I was gonna wait for the book cover, but fuck it. Have a quick taste of His Ellis-ness:
This summer, Warren Ellis’ first novel, Crooked Little Vein debuts from William Morrow. The book follows a burned-out private detective that is put on the trail of the U.S. Constitution… no, not that one – the real one. Hired for this by a corrupt Presidential aide, Michael McGill sets out on a cross-country scavenger hunt that reveals a surreal underbelly and threatens to make him a part of it. McGill is joined by a surreal and socialable college student named Trix who serves both as his assistant and encouraging voice as he descends to his ultimate destination.
[…]
Newsarama: What inspired you to write about such lurid activities as you have in Crooked Little Vein?

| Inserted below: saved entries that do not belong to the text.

"""Worked examples computed by hand from each method's published definition, and SciPy as the
reference library for softmax, entropy and goodness of fit of the draws."""

from __future__ import annotations

import math
from typing import Any

import numpy as np
import pytest
from scipy import special, stats

from service.sampling import final_distribution, parse_chain, pick


def logits_of(probs: list[float]) -> np.ndarray:
    return np.log(np.asarray(probs, dtype=np.float64)).astype(np.float32)


def kept(stages: list[dict[str, Any]], row: np.ndarray, **kw: Any) -> list[int]:
    dist = final_distribution(parse_chain(stages, **kw), row)[0]
    return [int(i) for i in np.flatnonzero(dist)]


# --- hand-worked examples ---------------------------------------------------------------------


def test_top_k_fan_2018() -> None:
    # Fan et al. 2018: keep the k most likely tokens, renormalise.
    # logits [1, 3, 2, 3, 0], k = 2 -> ids 1 and 3 (both 3.0), each 1/2.
    row = np.array([1, 3, 2, 3, 0], np.float32)
    dist = final_distribution(parse_chain([{"top_k": 2}]), row)[0]
    np.testing.assert_allclose(dist, [0, 0.5, 0, 0.5, 0])
    # Ties at the cut go to the lower id (DESIGN.md): [3, 1, 3, 3], k = 2 -> ids 0 and 2.
    assert kept([{"top_k": 2}], np.array([3, 1, 3, 3], np.float32)) == [0, 2]


def test_nucleus_holtzman_2020() -> None:
    # Holtzman et al. 2020: smallest prefix by probability whose mass reaches p.
    # p = [.5, .2, .15, .1, .05]; cumulative .5, .7, .85, .95, 1.
    row = logits_of([0.5, 0.2, 0.15, 0.1, 0.05])
    assert kept([{"top_p": 0.6}], row) == [0, 1]
    assert kept([{"top_p": 0.8}], row) == [0, 1, 2]
    assert kept([{"top_p": 0.3}], row) == [0]
    dist = final_distribution(parse_chain([{"top_p": 0.8}]), row)[0]
    # Renormalised by hand: .5/.85, .2/.85, .15/.85.
    np.testing.assert_allclose(dist[:3], [0.588235294, 0.235294118, 0.176470588], rtol=1e-6)


def test_typical_meister_2023() -> None:
    # Meister et al. 2023, locally typical sampling. p = [1/2, 1/4, 1/8, 1/8]:
    # H = 1.75 ln 2; surprisals ln2, 2 ln2, 3 ln2, 3 ln2; |surprisal - H| = .75, .25, 1.25,
    # 1.25 (times ln 2). Order: id 1, id 0, id 2, id 3 (tie to the lower id).
    row = logits_of([0.5, 0.25, 0.125, 0.125])
    assert kept([{"typical": 0.2}], row) == [1]  # .25 >= .2: the most probable is NOT kept
    assert kept([{"typical": 0.7}], row) == [0, 1]  # .25 + .5 = .75
    assert kept([{"typical": 0.8}], row) == [0, 1, 2]  # .875; id 2 wins the tie with id 3


def test_epsilon_hewitt_2022() -> None:
    # Hewitt et al. 2022, epsilon sampling: keep p_i >= epsilon.
    row = logits_of([0.6, 0.3, 0.07, 0.03])
    assert kept([{"epsilon": 0.05}], row) == [0, 1, 2]
    assert kept([{"epsilon": 0.4}], row) == [0]
    # Nothing reaches 0.7: min_keep (default 1) keeps the most probable.
    assert kept([{"epsilon": 0.7}], row) == [0]
    assert kept([{"epsilon": 0.7}], row, min_keep=2) == [0, 1]


def test_eta_hewitt_2022() -> None:
    # Hewitt et al. 2022, eta sampling: eta = min(eps, sqrt(eps) * exp(-H)).
    # p = [.6, .3, .07, .03]: H = .3065 + .3612 + .1862 + .1052 = .9591 nats (by hand).
    row = logits_of([0.6, 0.3, 0.07, 0.03])
    h = -sum(p * math.log(p) for p in [0.6, 0.3, 0.07, 0.03])
    assert h == pytest.approx(0.9591, abs=1e-4)
    # eps = .4: sqrt(.4) * exp(-.9591) = .6325 * .3832 = .2424 < .4, so eta = .2424:
    # keeps .6 and .3, where epsilon .4 alone would keep only .6.
    assert kept([{"eta": 0.4}], row) == [0, 1]
    # eps = .05: .2236 * .3832 = .0857 > .05, so eta = .05: keeps .6, .3, .07.
    assert kept([{"eta": 0.05}], row) == [0, 1, 2]


def test_min_p_nguyen_2024() -> None:
    # Nguyen et al. 2024: keep p_i >= m * max p. p = [.5, .3, .1, .06, .04].
    row = logits_of([0.5, 0.3, 0.1, 0.06, 0.04])
    assert kept([{"min_p": 0.1}], row) == [0, 1, 2, 3]  # threshold .05
    assert kept([{"min_p": 0.25}], row) == [0, 1]  # threshold .125


def test_repetition_penalty_keskar_2019() -> None:
    # Keskar et al. 2019 (CTRL), sign-aware form (common practice): a seen token's positive
    # logit is divided by theta, a negative one multiplied. logits [2, -1, .5, 3], history
    # [0, 1, 1], theta = 2 -> [1, -2, .5, 3]: each seen id penalised once.
    row = np.array([2.0, -1.0, 0.5, 3.0], np.float32)
    chain = parse_chain([{"repetition_penalty": {"factor": 2.0}}])
    dist = final_distribution(chain, row, history=[[0, 1, 1]])[0]
    np.testing.assert_allclose(dist, special.softmax([1.0, -2.0, 0.5, 3.0]), rtol=1e-6)
    # window 1 sees only the last id (1): [2, -2, .5, 3].
    chain = parse_chain([{"repetition_penalty": {"factor": 2.0, "window": 1}}])
    dist = final_distribution(chain, row, history=[[0, 1, 1]])[0]
    np.testing.assert_allclose(dist, special.softmax([2.0, -2.0, 0.5, 3.0]), rtol=1e-6)


def test_occurrence_penalty_common_practice() -> None:
    # Common practice: w -= per_use * count + present * [count > 0].
    # logits [1, 1, 1], history [0, 0, 2], per_use .5, present 1 -> [-1, 1, -.5].
    row = np.ones(3, np.float32)
    chain = parse_chain([{"occurrence_penalty": {"per_use": 0.5, "present": 1.0}}])
    dist = final_distribution(chain, row, history=[[0, 0, 2]])[0]
    np.testing.assert_allclose(dist, special.softmax([-1.0, 1.0, -0.5]), rtol=1e-6)


def test_temperature_ackley_1985() -> None:
    # Ackley, Hinton & Sejnowski 1985: p proportional to exp(w / T). [1, 2, 3] at T = 2.
    dist = final_distribution(parse_chain([{"temperature": 2.0}]), np.array([1, 2, 3], np.float32))
    np.testing.assert_allclose(dist[0], special.softmax([0.5, 1.0, 1.5]), rtol=1e-9)


def test_bias_and_ban_common_practice() -> None:
    row = np.zeros(4, np.float32)
    dist = final_distribution(parse_chain([{"token_bias": {2: math.log(3.0)}}, {"ban": [0]}]), row)
    # After the bias the weights are 1, 1, 3, 1; the ban removes id 0: 1/5, 3/5, 1/5.
    np.testing.assert_allclose(dist[0], [0, 0.2, 0.6, 0.2], rtol=1e-6)


def test_greedy_keeps_one_whatever_min_keep() -> None:
    row = np.array([0.0, 2.0, 2.0, 1.0], np.float32)
    assert kept([{"greedy": True}], row, min_keep=3) == [1]  # tie to the lower id


# --- SciPy as the reference library ------------------------------------------------------------


def test_entropy_and_logprob_match_scipy() -> None:
    rng = np.random.default_rng(11)
    x = (rng.standard_normal((6, 3000)) * 4).astype(np.float32)
    x[2, :100] = -np.inf  # masked entries carry no mass
    out = pick(parse_chain([{"top_k": 20}]), x, seed=1)
    for b in range(6):
        finite = x[b][np.isfinite(x[b])].astype(np.float64)
        p = special.softmax(finite)
        assert out.entropy[b] == pytest.approx(stats.entropy(p), rel=1e-5)
        logp = special.log_softmax(np.where(np.isfinite(x[b]), x[b].astype(np.float64), -np.inf))
        assert out.logprob[b] == pytest.approx(logp[out.tokens[b]], abs=1e-5)
        top = np.argsort(-x[b].astype(np.float64), kind="stable")[:20]
        assert out.kept_mass[b] == pytest.approx(np.exp(logp[top]).sum(), rel=1e-5)
        assert out.kept[b] == 20


def test_temperature_one_is_scipy_softmax() -> None:
    # Common practice: T = 1 leaves the distribution unchanged.
    x = np.random.default_rng(2).standard_normal(500).astype(np.float32) * 3
    dist = final_distribution(parse_chain([{"temperature": 1.0}]), x)[0]
    np.testing.assert_allclose(dist, special.softmax(x.astype(np.float64)), rtol=1e-9)


DRAW_CASES: list[list[dict[str, Any]]] = [
    [{"temperature": 0.7}],
    [{"repetition_penalty": {"factor": 1.8, "window": 4}}],
    [{"occurrence_penalty": {"per_use": 0.4, "present": 0.3}}],
    [{"token_bias": {3: 1.5, 7: -2.0}}],
    [{"ban": [0, 5]}],
    [{"top_k": 8}],
    [{"top_p": 0.8}],
    [{"typical": 0.8}],
    [{"min_p": 0.1}],
    [{"epsilon": 0.02}],
    [{"eta": 0.02}],
    [{"greedy": True}],
    [{"temperature": 0.8}, {"top_k": 50}, {"top_p": 0.9}, {"typical": 0.95}, {"min_p": 0.02}],
]


@pytest.mark.parametrize("stages", DRAW_CASES, ids=lambda s: "+".join(next(iter(d)) for d in s))
def test_draws_fit_final_distribution_chisquare(stages: list[dict[str, Any]]) -> None:
    """50 000 seeded draws per stage against final_distribution, SciPy's chi-square test."""
    rng = np.random.default_rng(5)
    row = (rng.standard_normal(24) * 1.2).astype(np.float32)
    history = [[3, 3, 9, 1]]
    chain = parse_chain(stages)
    want = final_distribution(chain, row, history=history)[0]
    n = 50_000
    batch = np.repeat(row[None, :], n, axis=0)
    out = pick(chain, batch, seed=424242, history=history * n)
    counts = np.bincount(out.tokens, minlength=row.size)
    assert counts[want == 0].sum() == 0, "a token outside the kept set was drawn"
    support = want > 0
    if support.sum() == 1:
        assert counts[support][0] == n
        return
    result = stats.chisquare(counts[support], want[support] * n)
    assert result.pvalue > 1e-4, (result, counts[support], want[support] * n)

WE: It’s all out there, Chris. This is what the internet trades in every day. These activities are the stuff of normal life and leisure for millions of people. It may be colorful, but it’s certainly real. I invented very, very little in Crooked Little Vein. Even the macroherpetophiles; I found them back in the early days of the web, when I was writing professionally about the internet for a British computer magazine.
[…]
NRAMA: That said, what’s the secret to writing material that is far out of bounds from most people’s experiences and still making it accessible to them without watering down your intentions?
WE: Not hyping it, I think. The protagonist, Mike McGill, is our eyes into the world of the book, and most of the time he’s really not sure what’s happening to him, which I think is a useful representation of a reader immersing themselves in the book. But he’s low-key. He doesn’t run around waving his hands and shrieking. It’s all presented matter-of-factly, with some humor, and Mike’s there just trying to cope. It keeps the material grounded. And when I vary the tone, and things get substantially scarier halfway through, I think that helps carry the reader through.